- Dataset records
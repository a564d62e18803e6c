import { describe, expect, it } from 'vitest';
import { compareHistories, followUp, readExpectations } from '../../src/appraisal/followup.js';
import { readHistory } from '../../src/appraisal/history.js';
import { ornsteinUhlenbeck, withSpectrum } from './signals.js';

function csv(columns: Readonly<Record<string, ArrayLike<number>>>): string {
  const names = Object.keys(columns);
  const rows = Array.from({ length: (columns[names[0]!] as ArrayLike<number>).length }, (_, i) =>
    names.map((name) => (columns[name] as ArrayLike<number>)[i]).join(','),
  );
  return `${names.join(',')}\n${rows.join('\n')}\n`;
}

const n = 1 << 13;
const step = 1 / 2000;
const time = Float64Array.from({ length: n }, (_, i) => 0.5 + i * step);
// Speed 10 m/s, u' = 1 m/s, L11 = 0.2 m: T_int = 0.02 s; one-sided von Karman density 4 sigma^2 T (1 + (f / f_e)^2)^(-5/6).
const integral = 0.02;
const bend = 0.7468 / (2 * Math.PI * integral);
const karman = (f: number): number => 4 * integral * (1 + (f / bend) ** 2) ** (-5 / 6);

function probe(density: (f: number) => number, seed: string): Record<string, Float64Array> {
  return {
    Time: time,
    'p1.VelocityX': withSpectrum(n, step, density, `${seed} x`).map((x) => 10 + x),
    'p1.VelocityY': withSpectrum(n, step, density, `${seed} y`),
    'p1.VelocityZ': withSpectrum(n, step, density, `${seed} z`),
  };
}

describe('reading histories', () => {
  it('takes commas, semicolons, tabs, blanks, quotes and commented headers', () => {
    const rows = Array.from({ length: 70 }, (_, i) => [i * 0.1, Math.sin(i)]);
    for (const separator of [',', ';', '\t', '  ']) {
      const text = `# made for a check\n# Time${separator}"C1"\n${rows.map((r) => r.join(separator)).join('\r\n')}`;
      const history = readHistory(text, 'h.csv');
      expect([...history.signals.keys()]).toEqual(['C1']);
      expect(history.step).toBeCloseTo(0.1, 12);
      expect(history.signals.get('C1')![3]).toBe(Math.sin(3));
    }
  });

  it('lets a restart overwrite and evens out time steps', () => {
    const rows: [number, number][] = [];
    for (let i = 0; i < 100; i++) rows.push([i, 0]);
    for (let i = 90; i < 200; i++) rows.push([i, 2 * i]);
    const text = `t,a\n${rows.map((r) => r.join(',')).join('\n')}`;
    const history = readHistory(text, 'h.csv');
    expect(history.samples).toBe(200);
    expect(history.signals.get('a')![95]).toBe(190);
    expect(history.remarks[0]).toContain('10 lines');
    const uneven = Array.from({ length: 80 }, (_, i) => `${i + 0.3 * (i % 2)},${i + 0.3 * (i % 2)}`).join('\n');
    const even = readHistory(`t,a\n${uneven}`, 'h.csv');
    expect(even.remarks[0]).toContain('unequal');
    expect(even.signals.get('a')![33]).toBeCloseTo(even.start + 33 * even.step, 9);
  });

  it.each([
    ['', 'empty'],
    ['a,b\n1,2\n', 'Time'],
    ['t,b\n1,x\n', 'line 2, column b'],
    ['t,b\n1\n', 'line 2'],
    ['t,b,b\n1,2,3\n', 'two columns'],
    ['1,2\n3,4\n', 'no names'],
    ['t,b\n1,2\n', '64'],
  ])('refuses %j', (text, message) => {
    expect(() => readHistory(text, 'h.csv')).toThrow(message);
  });
});

describe('followup', () => {
  it('calls a probe resolving that follows -5/3 to half of the cut-off, and reads its figures', () => {
    // Cell width 12.5 mm: cut-off 400 Hz; the spectrum falls to half of the line at 200 Hz (waves of four cells).
    const cut = (f: number): number => karman(f) * 0.5 ** ((f / 200) ** 4);
    const history = readHistory(csv(probe(cut, 'good')), 'h.csv');
    const reading = followUp(history, {
      expectations: readExpectations('Monitor,CellWidth,TurbulentEnergyKinetic\np1,0.0125,1.5\n', 'm.csv'),
    });
    const p = reading.probes[0]!;
    expect(p.name).toBe('p1');
    expect(p.cutoffFrequency).toBeCloseTo(400, -1);
    expect(p.verdict).toBe('resolving');
    expect(Math.abs(p.slope!.leaves! / 200 - 1)).toBeLessThan(0.15);
    expect(Math.abs(p.speed / 10 - 1)).toBeLessThan(0.02);
    // All but the energy above 200 Hz: sigma^2 of 1 a component, within the scatter of 200 integral times.
    expect(Math.abs(p.resolvedK / 1.5 - 1)).toBeLessThan(0.25);
    expect(p.kRatio).toBeCloseTo(p.resolvedK / 1.5, 9);
    expect(Math.abs(p.streamwise.integralTime / integral - 1)).toBeLessThan(0.35);
    // 5 % of the variance: 800 integral times = 16 s, the record holds 4.
    expect(reading.remaining).toBeGreaterThan(8);
  });

  it('calls it too dissipative when it drops at a tenth of the cut-off', () => {
    const cut = (f: number): number => karman(f) * 0.5 ** ((f / 80) ** 4);
    const p = followUp(readHistory(csv(probe(cut, 'bad')), 'h.csv'), { cellWidth: 0.00625 }).probes[0]!;
    expect(p.cutoffFrequency).toBeCloseTo(800, -2);
    expect(p.verdict).toBe('too dissipative here');
  });

  it('does not judge without a cell width', () => {
    const p = followUp(readHistory(csv(probe(karman, 'free')), 'h.csv')).probes[0]!;
    expect(p.verdict).toBe('undecided');
    expect(p.words).toContain('CellWidth');
  });

  it('finds the ramp of a drag coefficient and the Strouhal number of a lift coefficient', () => {
    const count = 20_000;
    const dt = 1e-3;
    const noise = ornsteinUhlenbeck(count, dt, 0.01, 0.05, 'drag');
    const swing = ornsteinUhlenbeck(count, dt, 0.01, 0.05, 'lift');
    const columns = {
      Time: Float64Array.from({ length: count }, (_, i) => i * dt),
      Drag: noise.map((x, i) => 1.2 + x + (i < 4000 ? 1 - i / 4000 : 0)),
      // Square cylinder, St = 0.132 (Lyn et al. 1995) at D = 0.04 m, U = 2 m/s: 6.6 Hz.
      Lift: swing.map((x, i) => x + 0.8 * Math.sin(2 * Math.PI * 6.6 * i * dt)),
    };
    const reading = followUp(readHistory(csv(columns), 'forces.csv'), { referenceLength: 0.04, referenceSpeed: 2 });
    const [drag, lift] = reading.signals;
    expect(reading.transientEnded).toBe(true);
    expect(drag!.transientEnd).toBeGreaterThan(3.2);
    expect(drag!.transientEnd).toBeLessThan(5);
    expect(Math.abs(drag!.mean - 1.2)).toBeLessThan(2 * drag!.meanHalfWidth);
    expect(lift!.peaks[0]!.strouhal).toBeCloseTo(0.132, 2);
    expect(drag!.peaks).toEqual([]);
  });

  it('says when a transient has not ended, and respects a discard time', () => {
    const count = 4000;
    const noise = ornsteinUhlenbeck(count, 1, 3, 0.01, 'slow');
    const columns = { t: Float64Array.from({ length: count }, (_, i) => i), a: noise.map((x, i) => x + i / 1000) };
    const history = readHistory(csv(columns), 'slow.csv');
    expect(followUp(history).transientEnded).toBe(false);
    expect(followUp(history, { discard: 1000 }).signals[0]!.transientEnd).toBe(1000);
    expect(() => followUp(history, { discard: 3990 })).toThrow('32 samples');
  });

  it('tells histories that differ from those that do not', () => {
    const make = (mean: number, seed: string) =>
      followUp(
        readHistory(
          csv({
            t: Float64Array.from({ length: 8000 }, (_, i) => i * 0.1),
            a: ornsteinUhlenbeck(8000, 0.1, 1, 0.2, seed).map((x) => x + mean),
          }),
          `${seed}.csv`,
        ),
        { discard: 0 },
      );
    const [comparison] = compareHistories([make(1, 'one'), make(1, 'two'), make(1.2, 'three')]);
    expect(comparison!.standardErrors[0]).toBe(0);
    expect(comparison!.standardErrors[1]).toBeLessThan(3);
    expect(comparison!.standardErrors[2]).toBeGreaterThan(5);
    expect(compareHistories([make(1, 'alone')])).toEqual([]);
  });
});
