import { spawnSync } from 'node:child_process';
import { describe, expect, it } from 'vitest';
import {
  longitudinalLengthRatio,
  resolvedShare,
  shareModel,
  vonKarmanShare,
  waveForShare,
} from '../../src/appraisal/share.js';
import { incompleteBeta, logGamma } from '../../src/appraisal/special-functions.js';

// Share of k below kappa_c = pi / Delta, independently integrated from the published spectra:
// [ratio, von Karman on L11 / Delta, Pope on L / Delta, von Karman on L / Delta with Kolmogorov constant 1.5].
const published: readonly (readonly [number, number, number, number])[] = [
  [1, 0.464, 0.167, 0.15],
  [2, 0.652, 0.385, 0.379],
  [3, 0.733, 0.512, 0.51],
  [5, 0.81, 0.646, 0.645],
  [8, 0.861, 0.739, 0.739],
  [10, 0.88, 0.775, 0.775],
  [12, 0.894, 0.8, 0.8],
  [16, 0.912, 0.835, 0.835],
  [20, 0.924, 0.858, 0.858],
  [32, 0.945, 0.896, 0.896],
];

const scipyThere = spawnSync('/usr/bin/python3', ['-c', 'import scipy.integrate']).status === 0;
if (!scipyThere) console.log('skipped: share of k against scipy (no scipy in /usr/bin/python3)');

describe('special functions', () => {
  it('agree with closed forms', () => {
    expect(logGamma(0.5)).toBeCloseTo(Math.log(Math.sqrt(Math.PI)), 12);
    expect(logGamma(6)).toBeCloseTo(Math.log(120), 12);
    // I_x(2, 3) = x^2 (6 - 8 x + 3 x^2); I_x(1/2, 1/2) = (2 / pi) asin sqrt(x).
    for (const x of [0.05, 0.3, 0.5, 0.8, 0.99]) {
      expect(incompleteBeta(x, 2, 3)).toBeCloseTo(x * x * (6 - 8 * x + 3 * x * x), 12);
      expect(incompleteBeta(x, 0.5, 0.5)).toBeCloseTo((2 / Math.PI) * Math.asin(Math.sqrt(x)), 12);
    }
  });
});

describe('share of k below the cut-off', () => {
  it.each(published)('at L / Delta = %d', (ratio, onL11, pope, onL) => {
    expect(Math.abs(vonKarmanShare(Math.PI * ratio) - onL11)).toBeLessThan(6e-4);
    expect(Math.abs(resolvedShare(shareModel('pope'), Math.PI * ratio) - pope)).toBeLessThan(1.1e-3);
    expect(Math.abs(resolvedShare(shareModel('von-karman-pao'), Math.PI * ratio) - onL)).toBeLessThan(1.1e-3);
  });

  it('needs L / Delta of 12 for 80 % and 34 for 90 %', () => {
    expect(waveForShare(shareModel(), 0.8) / Math.PI).toBeCloseTo(11.97, 1);
    expect(Math.abs(waveForShare(shareModel('pope'), 0.9) / Math.PI - 34)).toBeLessThan(0.3);
  });

  it('inverts itself with and without a viscous end', () => {
    for (const spectrum of ['von-karman-pao', 'pope'] as const) {
      const model = shareModel(spectrum);
      for (const reach of [20, 150, 3000, Number.POSITIVE_INFINITY]) {
        for (const share of [0.1, 0.5, 0.8, 0.95]) {
          expect(resolvedShare(model, waveForShare(model, share, reach), reach)).toBeCloseTo(share, 9);
        }
      }
    }
  });

  it('takes the length of the grid turbulence of Comte-Bellot & Corrsin (1971) from its dissipation', () => {
    // tU0/M = 42: u' = 0.222 m/s, epsilon = 0.474 m2/s3, nu = 1.5e-5 m2/s (their table 4).
    const k = 1.5 * 0.222 ** 2;
    const length = k ** 1.5 / 0.474;
    const eta = (1.5e-5 ** 3 / 0.474) ** 0.25;
    expect(Math.abs(longitudinalLengthRatio(shareModel(), length / eta) - 0.5)).toBeLessThan(0.03);
    expect(longitudinalLengthRatio(shareModel(), 1e5)).toBeCloseTo(0.39, 1);
  });

  it('reaches 1 at the Kolmogorov length where the viscosity is known', () => {
    for (const reach of [100, 1000]) {
      expect(resolvedShare(shareModel(), Math.PI * reach, reach)).toBeGreaterThan(0.9999);
      expect(resolvedShare(shareModel('pope'), Math.PI * reach, reach)).toBeGreaterThan(0.9999);
      expect(resolvedShare(shareModel(), Math.PI * reach)).toBeLessThan(0.999);
    }
  });

  it.skipIf(!scipyThere)('agrees with adaptive quadrature of the dissipation-consistent spectrum by scipy', () => {
    const program = `
import json, numpy as np
from scipy.integrate import quad
from scipy.optimize import brentq
from scipy.special import gamma
peak = np.sqrt(np.pi) * gamma(5/6) / gamma(1/3)
def density(s, c, h, power):
    k = np.exp(s); x2 = (k * c / peak)**2
    return k**(1 + power) * x2**2 * (1 + x2)**(-17/6) * np.exp(-2.25 * (k * h)**(4/3))
def integral(c, h, power, end=12): return quad(density, -10, end, args=(c, h, power), limit=400)[0]
out = []
for reach, wave in [(20, 6), (89, 20), (146, 24), (2828, 20)]:
    h = 1 / reach
    c = brentq(lambda c: 2 * h**(4/3) * integral(c, h, 2) / integral(c, h, 0) - 1, 0.3, 2)
    out.append([reach, wave, c, integral(c, h, 0, np.log(wave)) / integral(c, h, 0)])
print(json.dumps(out))`;
    const run = spawnSync('/usr/bin/python3', ['-c', program], { encoding: 'utf8' });
    for (const [reach, wave, ratio, share] of JSON.parse(run.stdout) as [number, number, number, number][]) {
      expect(Math.abs(longitudinalLengthRatio(shareModel(), reach) - ratio)).toBeLessThan(0.01);
      expect(Math.abs(resolvedShare(shareModel(), wave, reach) - share)).toBeLessThan(2e-3);
    }
  });

  it('predicts the share that the measured spectrum of Comte-Bellot & Corrsin (1971) holds', () => {
    // Table 3 at tU0/M = 42, integrated by log splines with a k^2 tail: share below 1, 2, 4, 8 1/cm.
    const k = 1.5 * 22.2 ** 2;
    const length = k ** 1.5 / 4740;
    const eta = (0.15 ** 3 / 4740) ** 0.25;
    for (const [wave, share] of [
      [1, 0.383],
      [2, 0.611],
      [4, 0.803],
      [8, 0.938],
    ] as const) {
      expect(Math.abs(resolvedShare(shareModel(), wave * length, length / eta) - share)).toBeLessThan(0.045);
    }
  });
});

- Exercise objective
Copy exactly the stretch of data above from the line with "const names = Object.keys(columns);" through the line with "it('takes commas, semicolons, tabs, blanks, quotes", and omit all other lines.

- Answer section
  const names = Object.keys(columns);
  const rows = Array.from({ length: (columns[names[0]!] as ArrayLike<number>).length }, (_, i) =>
    names.map((name) => (columns[name] as ArrayLike<number>)[i]).join(','),
  );
  return `${names.join(',')}\n${rows.join('\n')}\n`;
}

const n = 1 << 13;
const step = 1 / 2000;
const time = Float64Array.from({ length: n }, (_, i) => 0.5 + i * step);
// Speed 10 m/s, u' = 1 m/s, L11 = 0.2 m: T_int = 0.02 s; one-sided von Karman density 4 sigma^2 T (1 + (f / f_e)^2)^(-5/6).
const integral = 0.02;
const bend = 0.7468 / (2 * Math.PI * integral);
const karman = (f: number): number => 4 * integral * (1 + (f / bend) ** 2) ** (-5 / 6);

function probe(density: (f: number) => number, seed: string): Record<string, Float64Array> {
  return {
    Time: time,
    'p1.VelocityX': withSpectrum(n, step, density, `${seed} x`).map((x) => 10 + x),
    'p1.VelocityY': withSpectrum(n, step, density, `${seed} y`),
    'p1.VelocityZ': withSpectrum(n, step, density, `${seed} z`),
  };
}

describe('reading histories', () => {
  it('takes commas, semicolons, tabs, blanks, quotes and commented headers', () => {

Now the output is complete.